• [Exercise requirements] Copy each line from the data that has the word "UnfoldMemory" in it.

• [Data to use]
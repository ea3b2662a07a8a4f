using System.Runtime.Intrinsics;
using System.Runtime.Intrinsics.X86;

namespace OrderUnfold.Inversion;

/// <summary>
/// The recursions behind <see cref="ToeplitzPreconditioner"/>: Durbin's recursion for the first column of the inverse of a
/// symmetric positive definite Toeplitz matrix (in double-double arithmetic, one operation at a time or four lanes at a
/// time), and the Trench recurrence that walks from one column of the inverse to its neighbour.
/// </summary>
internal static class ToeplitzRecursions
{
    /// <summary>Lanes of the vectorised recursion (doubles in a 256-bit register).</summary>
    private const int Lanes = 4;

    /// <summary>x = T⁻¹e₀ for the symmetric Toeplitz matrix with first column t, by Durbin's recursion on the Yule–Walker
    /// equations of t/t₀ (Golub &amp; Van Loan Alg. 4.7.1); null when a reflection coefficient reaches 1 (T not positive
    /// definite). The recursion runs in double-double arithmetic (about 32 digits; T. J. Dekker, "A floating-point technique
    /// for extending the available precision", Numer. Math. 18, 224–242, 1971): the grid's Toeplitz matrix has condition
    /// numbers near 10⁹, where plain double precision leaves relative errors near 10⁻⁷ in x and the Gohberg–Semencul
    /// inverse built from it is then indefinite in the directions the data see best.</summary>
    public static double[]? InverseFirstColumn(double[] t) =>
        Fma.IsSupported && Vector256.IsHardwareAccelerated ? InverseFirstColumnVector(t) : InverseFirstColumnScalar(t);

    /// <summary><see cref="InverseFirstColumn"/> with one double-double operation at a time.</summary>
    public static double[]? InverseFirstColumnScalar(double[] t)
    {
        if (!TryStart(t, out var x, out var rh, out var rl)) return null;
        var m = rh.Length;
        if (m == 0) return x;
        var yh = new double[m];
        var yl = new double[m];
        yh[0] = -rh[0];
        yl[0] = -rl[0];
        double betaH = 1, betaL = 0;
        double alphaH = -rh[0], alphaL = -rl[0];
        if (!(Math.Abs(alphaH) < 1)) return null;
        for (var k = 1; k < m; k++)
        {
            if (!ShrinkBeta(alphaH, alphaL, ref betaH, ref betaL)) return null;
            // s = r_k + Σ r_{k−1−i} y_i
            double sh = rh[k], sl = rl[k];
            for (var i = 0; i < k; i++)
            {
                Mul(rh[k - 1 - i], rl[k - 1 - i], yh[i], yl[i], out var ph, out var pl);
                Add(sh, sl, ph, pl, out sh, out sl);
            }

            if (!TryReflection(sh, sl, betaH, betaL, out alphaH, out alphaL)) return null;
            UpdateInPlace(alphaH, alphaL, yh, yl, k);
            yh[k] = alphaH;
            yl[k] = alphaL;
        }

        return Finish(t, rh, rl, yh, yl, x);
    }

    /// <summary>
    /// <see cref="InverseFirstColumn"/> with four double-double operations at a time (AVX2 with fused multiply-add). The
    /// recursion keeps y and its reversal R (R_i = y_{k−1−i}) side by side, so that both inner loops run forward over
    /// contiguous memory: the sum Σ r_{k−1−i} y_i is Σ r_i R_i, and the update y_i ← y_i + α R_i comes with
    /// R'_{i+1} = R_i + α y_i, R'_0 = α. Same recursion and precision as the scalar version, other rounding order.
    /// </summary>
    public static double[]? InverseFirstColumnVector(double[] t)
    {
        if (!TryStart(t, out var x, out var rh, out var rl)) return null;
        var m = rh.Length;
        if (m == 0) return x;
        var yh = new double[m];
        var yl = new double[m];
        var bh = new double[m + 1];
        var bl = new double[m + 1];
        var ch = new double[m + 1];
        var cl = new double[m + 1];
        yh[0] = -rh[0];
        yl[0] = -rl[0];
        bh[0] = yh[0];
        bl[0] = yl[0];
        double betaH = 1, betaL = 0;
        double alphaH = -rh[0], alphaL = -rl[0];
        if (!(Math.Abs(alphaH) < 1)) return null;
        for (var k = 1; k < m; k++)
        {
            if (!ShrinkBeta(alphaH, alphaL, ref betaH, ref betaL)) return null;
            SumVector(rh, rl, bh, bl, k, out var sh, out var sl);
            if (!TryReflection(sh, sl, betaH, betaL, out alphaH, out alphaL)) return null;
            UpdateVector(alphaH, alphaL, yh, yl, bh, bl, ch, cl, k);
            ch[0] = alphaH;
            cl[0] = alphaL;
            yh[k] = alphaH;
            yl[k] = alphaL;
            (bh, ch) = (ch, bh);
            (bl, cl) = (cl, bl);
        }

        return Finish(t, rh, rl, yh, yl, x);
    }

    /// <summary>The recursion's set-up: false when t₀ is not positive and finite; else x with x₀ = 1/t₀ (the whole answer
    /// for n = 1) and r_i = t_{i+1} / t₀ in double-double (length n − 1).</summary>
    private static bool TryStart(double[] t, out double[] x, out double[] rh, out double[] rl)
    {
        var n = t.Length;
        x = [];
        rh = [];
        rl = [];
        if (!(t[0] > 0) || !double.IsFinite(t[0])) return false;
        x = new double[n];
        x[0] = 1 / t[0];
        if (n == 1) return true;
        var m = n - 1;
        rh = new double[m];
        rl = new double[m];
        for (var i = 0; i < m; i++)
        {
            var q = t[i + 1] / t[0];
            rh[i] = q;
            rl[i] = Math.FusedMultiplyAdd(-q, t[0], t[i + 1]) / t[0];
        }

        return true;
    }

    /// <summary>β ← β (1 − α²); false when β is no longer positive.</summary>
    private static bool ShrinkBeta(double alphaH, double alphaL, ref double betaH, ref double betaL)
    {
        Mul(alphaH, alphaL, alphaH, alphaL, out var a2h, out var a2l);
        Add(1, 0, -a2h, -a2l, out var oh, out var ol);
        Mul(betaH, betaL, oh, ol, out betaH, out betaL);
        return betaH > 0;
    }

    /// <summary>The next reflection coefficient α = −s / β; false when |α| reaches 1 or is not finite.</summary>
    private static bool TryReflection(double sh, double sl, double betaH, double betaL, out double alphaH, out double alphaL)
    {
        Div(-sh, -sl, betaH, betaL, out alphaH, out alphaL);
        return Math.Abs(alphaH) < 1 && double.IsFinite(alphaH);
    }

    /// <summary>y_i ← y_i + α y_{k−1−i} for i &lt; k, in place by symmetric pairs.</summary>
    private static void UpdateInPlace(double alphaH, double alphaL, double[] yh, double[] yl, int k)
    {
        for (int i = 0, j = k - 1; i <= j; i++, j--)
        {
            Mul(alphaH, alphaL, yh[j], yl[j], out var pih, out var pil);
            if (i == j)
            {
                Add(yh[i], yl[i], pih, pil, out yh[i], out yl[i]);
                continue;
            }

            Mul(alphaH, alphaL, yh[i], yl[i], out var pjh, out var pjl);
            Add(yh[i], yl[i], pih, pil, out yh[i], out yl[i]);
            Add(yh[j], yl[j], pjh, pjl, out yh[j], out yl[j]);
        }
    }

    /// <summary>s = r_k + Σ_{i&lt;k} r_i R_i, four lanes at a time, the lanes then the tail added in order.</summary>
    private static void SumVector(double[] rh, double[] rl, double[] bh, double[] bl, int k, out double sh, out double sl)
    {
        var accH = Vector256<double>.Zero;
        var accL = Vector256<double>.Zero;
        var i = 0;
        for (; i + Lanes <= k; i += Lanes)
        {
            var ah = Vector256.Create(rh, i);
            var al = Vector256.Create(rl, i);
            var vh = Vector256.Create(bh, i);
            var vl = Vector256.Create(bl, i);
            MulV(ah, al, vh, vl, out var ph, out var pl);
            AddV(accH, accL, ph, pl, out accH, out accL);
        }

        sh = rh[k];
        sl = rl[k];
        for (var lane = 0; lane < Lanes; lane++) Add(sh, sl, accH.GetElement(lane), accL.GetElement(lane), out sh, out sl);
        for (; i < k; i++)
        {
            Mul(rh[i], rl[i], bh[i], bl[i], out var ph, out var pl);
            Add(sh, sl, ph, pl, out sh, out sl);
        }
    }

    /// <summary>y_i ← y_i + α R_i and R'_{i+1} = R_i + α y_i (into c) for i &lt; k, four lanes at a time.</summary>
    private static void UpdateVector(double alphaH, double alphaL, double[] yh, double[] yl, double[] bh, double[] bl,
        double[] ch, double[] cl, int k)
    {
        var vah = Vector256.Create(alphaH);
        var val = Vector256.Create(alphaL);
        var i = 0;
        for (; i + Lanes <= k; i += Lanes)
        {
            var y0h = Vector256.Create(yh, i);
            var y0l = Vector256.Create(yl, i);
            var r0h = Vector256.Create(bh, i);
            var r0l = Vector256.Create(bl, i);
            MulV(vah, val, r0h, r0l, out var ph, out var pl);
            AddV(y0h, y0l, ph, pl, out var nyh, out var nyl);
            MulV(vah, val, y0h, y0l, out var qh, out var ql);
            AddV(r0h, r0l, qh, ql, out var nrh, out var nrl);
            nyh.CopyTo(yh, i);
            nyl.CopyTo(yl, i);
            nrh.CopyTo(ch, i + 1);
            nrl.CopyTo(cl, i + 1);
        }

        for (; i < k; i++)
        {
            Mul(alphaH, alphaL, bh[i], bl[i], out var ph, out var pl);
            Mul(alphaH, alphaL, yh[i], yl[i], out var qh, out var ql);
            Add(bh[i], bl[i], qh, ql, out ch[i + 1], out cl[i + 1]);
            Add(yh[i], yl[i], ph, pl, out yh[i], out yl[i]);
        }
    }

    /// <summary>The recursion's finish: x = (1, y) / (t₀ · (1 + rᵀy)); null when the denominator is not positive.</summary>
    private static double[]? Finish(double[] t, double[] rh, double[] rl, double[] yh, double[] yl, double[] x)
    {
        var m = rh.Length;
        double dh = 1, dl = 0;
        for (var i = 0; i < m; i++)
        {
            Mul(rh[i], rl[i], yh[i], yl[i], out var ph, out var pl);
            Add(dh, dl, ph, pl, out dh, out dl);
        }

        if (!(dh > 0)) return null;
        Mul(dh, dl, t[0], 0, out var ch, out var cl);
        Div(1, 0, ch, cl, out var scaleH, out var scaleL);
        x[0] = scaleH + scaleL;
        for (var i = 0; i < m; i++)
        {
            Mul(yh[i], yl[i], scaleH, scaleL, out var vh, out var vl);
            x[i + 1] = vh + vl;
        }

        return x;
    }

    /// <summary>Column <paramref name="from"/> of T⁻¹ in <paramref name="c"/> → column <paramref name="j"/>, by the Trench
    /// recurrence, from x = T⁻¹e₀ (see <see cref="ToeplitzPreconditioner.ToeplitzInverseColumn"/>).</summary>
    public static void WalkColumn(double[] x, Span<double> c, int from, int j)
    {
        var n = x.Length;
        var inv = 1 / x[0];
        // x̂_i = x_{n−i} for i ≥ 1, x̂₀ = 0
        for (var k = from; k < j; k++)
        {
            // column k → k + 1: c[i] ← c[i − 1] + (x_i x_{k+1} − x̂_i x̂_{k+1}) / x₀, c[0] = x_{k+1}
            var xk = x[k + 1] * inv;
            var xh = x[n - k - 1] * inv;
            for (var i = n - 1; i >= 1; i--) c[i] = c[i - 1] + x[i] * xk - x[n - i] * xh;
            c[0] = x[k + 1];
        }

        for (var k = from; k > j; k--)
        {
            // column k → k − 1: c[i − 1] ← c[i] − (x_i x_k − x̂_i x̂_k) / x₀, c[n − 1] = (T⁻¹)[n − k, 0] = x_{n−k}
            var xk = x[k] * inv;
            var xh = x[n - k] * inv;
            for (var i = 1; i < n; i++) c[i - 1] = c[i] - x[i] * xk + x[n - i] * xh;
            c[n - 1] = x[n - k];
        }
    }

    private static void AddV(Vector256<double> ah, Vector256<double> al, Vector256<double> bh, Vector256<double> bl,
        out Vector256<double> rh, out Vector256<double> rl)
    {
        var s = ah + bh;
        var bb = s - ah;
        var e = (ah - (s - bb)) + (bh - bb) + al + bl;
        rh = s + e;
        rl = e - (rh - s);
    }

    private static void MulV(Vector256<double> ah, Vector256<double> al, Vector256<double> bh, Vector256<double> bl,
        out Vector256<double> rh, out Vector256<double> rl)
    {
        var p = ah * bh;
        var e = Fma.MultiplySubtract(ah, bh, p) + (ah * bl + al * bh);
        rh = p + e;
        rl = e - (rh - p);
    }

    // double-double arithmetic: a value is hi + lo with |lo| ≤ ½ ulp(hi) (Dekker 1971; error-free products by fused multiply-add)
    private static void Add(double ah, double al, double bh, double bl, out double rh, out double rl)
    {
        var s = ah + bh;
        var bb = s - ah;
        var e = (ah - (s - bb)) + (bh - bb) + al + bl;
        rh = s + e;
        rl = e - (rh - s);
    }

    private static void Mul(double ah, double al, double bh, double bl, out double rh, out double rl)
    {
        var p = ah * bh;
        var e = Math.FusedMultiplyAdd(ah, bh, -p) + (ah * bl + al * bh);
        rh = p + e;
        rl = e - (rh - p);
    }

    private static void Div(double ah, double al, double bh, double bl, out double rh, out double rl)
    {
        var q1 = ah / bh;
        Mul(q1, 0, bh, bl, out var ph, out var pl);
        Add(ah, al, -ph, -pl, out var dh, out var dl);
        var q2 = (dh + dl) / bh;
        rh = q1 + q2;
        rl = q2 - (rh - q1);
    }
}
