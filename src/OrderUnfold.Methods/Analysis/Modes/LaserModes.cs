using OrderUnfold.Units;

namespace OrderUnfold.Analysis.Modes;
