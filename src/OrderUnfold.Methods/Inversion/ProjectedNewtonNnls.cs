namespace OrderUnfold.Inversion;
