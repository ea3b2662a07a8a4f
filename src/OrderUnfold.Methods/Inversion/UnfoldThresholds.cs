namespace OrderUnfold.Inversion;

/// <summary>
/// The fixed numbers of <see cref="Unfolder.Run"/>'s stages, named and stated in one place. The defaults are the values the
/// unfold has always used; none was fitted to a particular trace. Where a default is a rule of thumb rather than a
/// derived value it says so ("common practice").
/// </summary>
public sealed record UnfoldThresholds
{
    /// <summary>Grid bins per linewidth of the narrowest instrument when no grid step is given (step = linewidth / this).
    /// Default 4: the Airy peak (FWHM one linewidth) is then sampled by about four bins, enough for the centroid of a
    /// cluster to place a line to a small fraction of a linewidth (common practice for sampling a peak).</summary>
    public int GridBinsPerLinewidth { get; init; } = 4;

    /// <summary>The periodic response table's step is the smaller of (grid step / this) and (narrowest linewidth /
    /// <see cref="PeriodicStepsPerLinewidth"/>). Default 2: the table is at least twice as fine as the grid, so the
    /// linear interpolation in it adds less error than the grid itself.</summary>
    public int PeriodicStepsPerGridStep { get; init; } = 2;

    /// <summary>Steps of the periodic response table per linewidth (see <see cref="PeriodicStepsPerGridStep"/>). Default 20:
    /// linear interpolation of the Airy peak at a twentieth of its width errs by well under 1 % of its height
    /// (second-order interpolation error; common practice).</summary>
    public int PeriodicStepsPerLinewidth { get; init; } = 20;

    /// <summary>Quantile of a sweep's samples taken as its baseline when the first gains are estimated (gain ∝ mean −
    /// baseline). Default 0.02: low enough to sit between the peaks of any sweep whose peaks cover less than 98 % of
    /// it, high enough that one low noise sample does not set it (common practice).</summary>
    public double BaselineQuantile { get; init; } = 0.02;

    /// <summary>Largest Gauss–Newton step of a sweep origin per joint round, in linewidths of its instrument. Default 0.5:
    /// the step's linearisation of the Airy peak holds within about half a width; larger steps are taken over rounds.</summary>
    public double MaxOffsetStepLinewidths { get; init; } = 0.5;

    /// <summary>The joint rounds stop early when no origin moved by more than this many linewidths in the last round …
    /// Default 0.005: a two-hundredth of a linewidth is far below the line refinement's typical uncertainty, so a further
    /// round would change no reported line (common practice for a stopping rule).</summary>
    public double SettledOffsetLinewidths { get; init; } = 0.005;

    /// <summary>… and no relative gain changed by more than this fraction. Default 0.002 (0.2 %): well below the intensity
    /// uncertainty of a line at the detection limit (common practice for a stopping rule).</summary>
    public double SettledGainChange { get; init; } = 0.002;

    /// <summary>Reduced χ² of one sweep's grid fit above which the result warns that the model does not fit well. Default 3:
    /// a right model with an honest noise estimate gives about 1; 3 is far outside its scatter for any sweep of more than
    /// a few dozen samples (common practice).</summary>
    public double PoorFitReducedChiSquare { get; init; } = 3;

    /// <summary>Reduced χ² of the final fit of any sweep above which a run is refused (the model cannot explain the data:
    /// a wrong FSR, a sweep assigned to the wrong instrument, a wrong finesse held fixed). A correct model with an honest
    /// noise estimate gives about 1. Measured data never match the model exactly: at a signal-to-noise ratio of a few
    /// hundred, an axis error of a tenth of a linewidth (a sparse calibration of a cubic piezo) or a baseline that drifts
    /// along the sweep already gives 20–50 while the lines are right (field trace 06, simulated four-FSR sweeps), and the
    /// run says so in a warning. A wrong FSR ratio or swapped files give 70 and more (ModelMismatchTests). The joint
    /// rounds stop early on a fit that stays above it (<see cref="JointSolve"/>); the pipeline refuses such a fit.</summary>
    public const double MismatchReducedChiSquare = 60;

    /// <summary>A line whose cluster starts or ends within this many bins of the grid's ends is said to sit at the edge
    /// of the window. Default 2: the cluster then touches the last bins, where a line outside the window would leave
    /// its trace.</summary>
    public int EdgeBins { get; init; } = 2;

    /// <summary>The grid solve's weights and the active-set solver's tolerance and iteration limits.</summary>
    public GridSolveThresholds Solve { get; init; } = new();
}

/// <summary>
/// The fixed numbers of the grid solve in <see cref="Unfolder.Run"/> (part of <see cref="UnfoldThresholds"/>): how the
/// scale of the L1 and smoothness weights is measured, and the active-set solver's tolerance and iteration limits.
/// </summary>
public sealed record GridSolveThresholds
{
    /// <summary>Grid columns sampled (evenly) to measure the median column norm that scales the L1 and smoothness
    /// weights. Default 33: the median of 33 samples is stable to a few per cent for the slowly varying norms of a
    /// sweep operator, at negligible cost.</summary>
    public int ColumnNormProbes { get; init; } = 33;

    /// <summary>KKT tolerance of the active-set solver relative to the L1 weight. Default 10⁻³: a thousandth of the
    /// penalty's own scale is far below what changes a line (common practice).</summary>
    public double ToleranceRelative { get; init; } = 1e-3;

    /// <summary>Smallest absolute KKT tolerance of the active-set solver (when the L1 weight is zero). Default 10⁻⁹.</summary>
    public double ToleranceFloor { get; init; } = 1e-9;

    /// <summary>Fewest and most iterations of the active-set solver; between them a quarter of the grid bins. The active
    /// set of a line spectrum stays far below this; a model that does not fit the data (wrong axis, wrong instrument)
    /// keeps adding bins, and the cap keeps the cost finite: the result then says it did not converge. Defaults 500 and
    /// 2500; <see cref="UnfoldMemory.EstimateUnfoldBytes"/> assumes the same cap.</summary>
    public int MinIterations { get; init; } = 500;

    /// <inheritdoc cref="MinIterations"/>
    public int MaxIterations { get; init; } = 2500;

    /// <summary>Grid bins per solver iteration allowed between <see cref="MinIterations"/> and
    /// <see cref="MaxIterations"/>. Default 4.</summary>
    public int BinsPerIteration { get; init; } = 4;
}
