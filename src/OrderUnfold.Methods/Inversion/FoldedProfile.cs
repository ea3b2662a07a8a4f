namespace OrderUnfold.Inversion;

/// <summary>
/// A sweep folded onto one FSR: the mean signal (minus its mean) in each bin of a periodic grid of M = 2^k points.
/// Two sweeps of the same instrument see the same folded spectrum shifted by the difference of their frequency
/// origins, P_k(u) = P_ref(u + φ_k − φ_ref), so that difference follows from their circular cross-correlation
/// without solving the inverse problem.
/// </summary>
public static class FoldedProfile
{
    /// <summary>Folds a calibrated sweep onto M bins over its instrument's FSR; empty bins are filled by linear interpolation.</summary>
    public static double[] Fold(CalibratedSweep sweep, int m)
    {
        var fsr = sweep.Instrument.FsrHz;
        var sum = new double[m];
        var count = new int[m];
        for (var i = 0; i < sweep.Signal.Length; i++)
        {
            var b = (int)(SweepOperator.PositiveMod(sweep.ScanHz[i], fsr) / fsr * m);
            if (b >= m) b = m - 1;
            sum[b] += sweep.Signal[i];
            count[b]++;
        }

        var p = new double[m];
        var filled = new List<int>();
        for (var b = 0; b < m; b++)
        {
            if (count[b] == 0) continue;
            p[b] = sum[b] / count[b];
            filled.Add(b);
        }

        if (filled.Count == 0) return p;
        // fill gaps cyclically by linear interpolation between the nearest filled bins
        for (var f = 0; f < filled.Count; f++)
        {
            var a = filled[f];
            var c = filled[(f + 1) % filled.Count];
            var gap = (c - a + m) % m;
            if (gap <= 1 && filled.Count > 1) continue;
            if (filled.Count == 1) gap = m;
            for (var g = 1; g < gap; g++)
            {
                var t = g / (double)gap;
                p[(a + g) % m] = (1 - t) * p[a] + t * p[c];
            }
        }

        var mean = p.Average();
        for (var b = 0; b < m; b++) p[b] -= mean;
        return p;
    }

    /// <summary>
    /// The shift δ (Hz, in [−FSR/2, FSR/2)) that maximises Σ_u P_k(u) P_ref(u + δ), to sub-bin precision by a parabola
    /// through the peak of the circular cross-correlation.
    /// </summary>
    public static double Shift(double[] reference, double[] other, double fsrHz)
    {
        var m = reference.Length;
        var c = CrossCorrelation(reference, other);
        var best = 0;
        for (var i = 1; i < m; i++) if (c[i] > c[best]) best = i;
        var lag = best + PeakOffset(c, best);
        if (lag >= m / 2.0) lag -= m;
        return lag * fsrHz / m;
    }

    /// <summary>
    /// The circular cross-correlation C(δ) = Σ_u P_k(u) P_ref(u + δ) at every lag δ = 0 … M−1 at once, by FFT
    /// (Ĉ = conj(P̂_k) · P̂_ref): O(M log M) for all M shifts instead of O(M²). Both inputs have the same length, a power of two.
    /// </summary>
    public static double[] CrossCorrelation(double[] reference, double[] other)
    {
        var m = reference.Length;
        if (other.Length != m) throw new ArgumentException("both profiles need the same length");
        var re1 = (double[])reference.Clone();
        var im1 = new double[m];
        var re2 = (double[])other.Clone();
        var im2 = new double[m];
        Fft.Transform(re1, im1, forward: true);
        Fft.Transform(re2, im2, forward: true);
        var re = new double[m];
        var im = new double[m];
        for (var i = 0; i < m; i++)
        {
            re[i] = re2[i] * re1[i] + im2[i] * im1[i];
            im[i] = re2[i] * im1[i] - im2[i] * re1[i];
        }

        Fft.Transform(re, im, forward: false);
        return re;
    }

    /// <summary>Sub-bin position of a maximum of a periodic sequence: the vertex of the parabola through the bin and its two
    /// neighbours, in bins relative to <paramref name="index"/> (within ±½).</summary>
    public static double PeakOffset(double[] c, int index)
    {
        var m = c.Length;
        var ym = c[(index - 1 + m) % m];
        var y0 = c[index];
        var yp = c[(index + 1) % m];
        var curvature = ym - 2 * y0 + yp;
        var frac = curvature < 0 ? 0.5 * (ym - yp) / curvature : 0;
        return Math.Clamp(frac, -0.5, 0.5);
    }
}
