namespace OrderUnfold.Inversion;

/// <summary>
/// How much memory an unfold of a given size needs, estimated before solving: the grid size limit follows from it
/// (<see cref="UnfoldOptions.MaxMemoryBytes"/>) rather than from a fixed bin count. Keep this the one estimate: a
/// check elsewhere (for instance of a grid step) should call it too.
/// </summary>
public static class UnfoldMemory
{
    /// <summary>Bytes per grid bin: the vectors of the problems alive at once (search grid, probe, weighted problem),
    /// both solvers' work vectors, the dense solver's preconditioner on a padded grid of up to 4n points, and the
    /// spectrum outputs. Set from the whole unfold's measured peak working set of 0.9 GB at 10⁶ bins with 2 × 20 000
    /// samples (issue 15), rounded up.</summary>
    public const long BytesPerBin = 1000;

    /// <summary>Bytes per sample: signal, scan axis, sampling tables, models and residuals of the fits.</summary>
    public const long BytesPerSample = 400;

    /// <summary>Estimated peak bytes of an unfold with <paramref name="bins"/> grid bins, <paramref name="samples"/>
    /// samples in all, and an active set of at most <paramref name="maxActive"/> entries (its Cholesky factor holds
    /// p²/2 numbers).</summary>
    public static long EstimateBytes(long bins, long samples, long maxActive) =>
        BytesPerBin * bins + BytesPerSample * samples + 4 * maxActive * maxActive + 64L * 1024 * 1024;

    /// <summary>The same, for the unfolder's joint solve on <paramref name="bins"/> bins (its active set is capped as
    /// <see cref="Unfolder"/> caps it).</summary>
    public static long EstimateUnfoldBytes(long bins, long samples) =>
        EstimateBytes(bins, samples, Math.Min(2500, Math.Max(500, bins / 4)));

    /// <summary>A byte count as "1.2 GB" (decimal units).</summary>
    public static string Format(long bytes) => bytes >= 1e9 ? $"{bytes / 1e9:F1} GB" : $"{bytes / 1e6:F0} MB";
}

• [Answer area]
    /// 2500; <see cref="UnfoldMemory.EstimateUnfoldBytes"/> assumes the same cap.</summary>
public static class UnfoldMemory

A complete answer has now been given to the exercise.